Stored items

▬▬▬

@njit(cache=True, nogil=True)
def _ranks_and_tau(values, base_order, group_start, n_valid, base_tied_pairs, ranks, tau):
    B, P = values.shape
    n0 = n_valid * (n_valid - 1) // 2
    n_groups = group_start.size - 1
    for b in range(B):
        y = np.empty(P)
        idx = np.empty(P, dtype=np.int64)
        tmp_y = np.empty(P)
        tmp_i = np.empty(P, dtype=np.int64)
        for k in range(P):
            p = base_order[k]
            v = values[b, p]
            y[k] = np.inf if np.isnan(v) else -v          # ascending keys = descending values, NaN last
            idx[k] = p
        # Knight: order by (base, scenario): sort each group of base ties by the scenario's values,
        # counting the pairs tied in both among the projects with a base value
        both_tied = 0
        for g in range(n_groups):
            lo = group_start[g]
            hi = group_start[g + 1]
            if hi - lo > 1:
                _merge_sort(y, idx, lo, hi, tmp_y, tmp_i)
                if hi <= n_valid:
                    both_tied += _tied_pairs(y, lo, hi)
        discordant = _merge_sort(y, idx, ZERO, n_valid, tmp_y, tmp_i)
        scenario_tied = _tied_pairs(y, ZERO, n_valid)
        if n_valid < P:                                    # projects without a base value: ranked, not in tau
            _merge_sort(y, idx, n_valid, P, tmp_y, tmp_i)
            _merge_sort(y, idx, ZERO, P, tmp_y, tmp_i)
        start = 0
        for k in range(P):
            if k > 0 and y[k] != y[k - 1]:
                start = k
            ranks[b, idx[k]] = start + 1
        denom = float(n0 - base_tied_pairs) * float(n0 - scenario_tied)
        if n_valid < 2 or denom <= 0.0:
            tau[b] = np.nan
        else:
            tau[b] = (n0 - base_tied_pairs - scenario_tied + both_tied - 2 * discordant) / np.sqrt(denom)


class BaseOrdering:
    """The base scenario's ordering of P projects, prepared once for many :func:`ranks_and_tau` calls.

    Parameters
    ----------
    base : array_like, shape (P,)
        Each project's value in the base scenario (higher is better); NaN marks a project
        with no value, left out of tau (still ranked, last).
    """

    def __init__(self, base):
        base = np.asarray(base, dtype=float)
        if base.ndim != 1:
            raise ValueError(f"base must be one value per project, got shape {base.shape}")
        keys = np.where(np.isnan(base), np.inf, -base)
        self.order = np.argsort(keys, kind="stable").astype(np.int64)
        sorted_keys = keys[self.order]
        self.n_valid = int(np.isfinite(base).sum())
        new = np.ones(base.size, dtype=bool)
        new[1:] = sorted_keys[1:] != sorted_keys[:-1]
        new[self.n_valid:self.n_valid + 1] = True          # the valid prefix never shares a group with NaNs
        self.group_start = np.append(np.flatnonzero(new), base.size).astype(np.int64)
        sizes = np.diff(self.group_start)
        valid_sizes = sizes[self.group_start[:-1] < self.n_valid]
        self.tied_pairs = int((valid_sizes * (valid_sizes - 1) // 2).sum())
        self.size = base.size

▬▬▬

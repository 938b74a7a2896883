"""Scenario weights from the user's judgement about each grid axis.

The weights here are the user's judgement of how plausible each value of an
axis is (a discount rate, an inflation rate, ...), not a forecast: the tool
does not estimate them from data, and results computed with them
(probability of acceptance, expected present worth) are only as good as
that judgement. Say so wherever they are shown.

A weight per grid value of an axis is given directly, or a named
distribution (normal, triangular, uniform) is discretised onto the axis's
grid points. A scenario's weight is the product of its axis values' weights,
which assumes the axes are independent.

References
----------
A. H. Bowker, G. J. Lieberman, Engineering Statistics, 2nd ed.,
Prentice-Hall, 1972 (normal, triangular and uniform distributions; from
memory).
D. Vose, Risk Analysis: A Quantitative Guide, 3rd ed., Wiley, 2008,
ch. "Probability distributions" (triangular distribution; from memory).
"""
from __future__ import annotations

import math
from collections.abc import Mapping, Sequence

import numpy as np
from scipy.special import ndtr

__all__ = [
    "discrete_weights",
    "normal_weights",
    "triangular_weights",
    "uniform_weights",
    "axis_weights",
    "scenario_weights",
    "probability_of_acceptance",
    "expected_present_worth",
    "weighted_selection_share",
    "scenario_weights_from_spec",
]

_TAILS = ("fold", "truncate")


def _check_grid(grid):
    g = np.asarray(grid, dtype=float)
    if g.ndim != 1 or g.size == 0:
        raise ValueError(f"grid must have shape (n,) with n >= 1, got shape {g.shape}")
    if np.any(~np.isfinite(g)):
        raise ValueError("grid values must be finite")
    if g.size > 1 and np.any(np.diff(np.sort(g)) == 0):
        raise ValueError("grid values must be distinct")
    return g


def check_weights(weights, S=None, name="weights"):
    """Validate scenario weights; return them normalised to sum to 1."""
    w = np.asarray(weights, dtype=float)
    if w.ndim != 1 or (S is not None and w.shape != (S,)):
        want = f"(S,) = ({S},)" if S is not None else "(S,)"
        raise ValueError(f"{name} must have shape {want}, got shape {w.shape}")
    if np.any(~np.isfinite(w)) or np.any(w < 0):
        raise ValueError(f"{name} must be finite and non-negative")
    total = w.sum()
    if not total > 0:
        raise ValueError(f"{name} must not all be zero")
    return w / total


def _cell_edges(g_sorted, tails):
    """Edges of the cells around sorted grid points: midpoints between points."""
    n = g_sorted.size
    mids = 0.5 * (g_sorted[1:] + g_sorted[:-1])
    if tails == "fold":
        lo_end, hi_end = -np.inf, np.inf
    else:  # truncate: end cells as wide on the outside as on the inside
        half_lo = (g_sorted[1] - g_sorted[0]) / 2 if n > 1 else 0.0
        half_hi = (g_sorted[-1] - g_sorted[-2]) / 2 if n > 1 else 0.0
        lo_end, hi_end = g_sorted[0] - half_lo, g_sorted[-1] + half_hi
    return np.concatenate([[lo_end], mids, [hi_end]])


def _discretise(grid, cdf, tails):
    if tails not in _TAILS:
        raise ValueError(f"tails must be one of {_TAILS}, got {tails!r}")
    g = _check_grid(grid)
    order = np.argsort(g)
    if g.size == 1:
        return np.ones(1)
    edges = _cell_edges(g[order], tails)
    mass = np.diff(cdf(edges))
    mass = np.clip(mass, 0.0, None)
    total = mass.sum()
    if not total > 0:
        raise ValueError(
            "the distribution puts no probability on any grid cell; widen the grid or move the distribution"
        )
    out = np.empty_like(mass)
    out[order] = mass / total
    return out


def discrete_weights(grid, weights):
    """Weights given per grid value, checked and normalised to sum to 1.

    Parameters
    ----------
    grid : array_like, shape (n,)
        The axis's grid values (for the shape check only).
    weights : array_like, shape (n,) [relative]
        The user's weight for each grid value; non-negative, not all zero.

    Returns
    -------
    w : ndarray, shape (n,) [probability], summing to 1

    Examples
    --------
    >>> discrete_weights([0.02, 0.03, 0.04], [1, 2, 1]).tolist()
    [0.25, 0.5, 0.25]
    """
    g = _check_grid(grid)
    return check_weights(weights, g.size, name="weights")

▬▬▬

=== WORK TO COMPLETE ===
Looking at the data above, say how many lines contain the word "cells", with no added words.

=== WRITTEN SOLUTION ===
2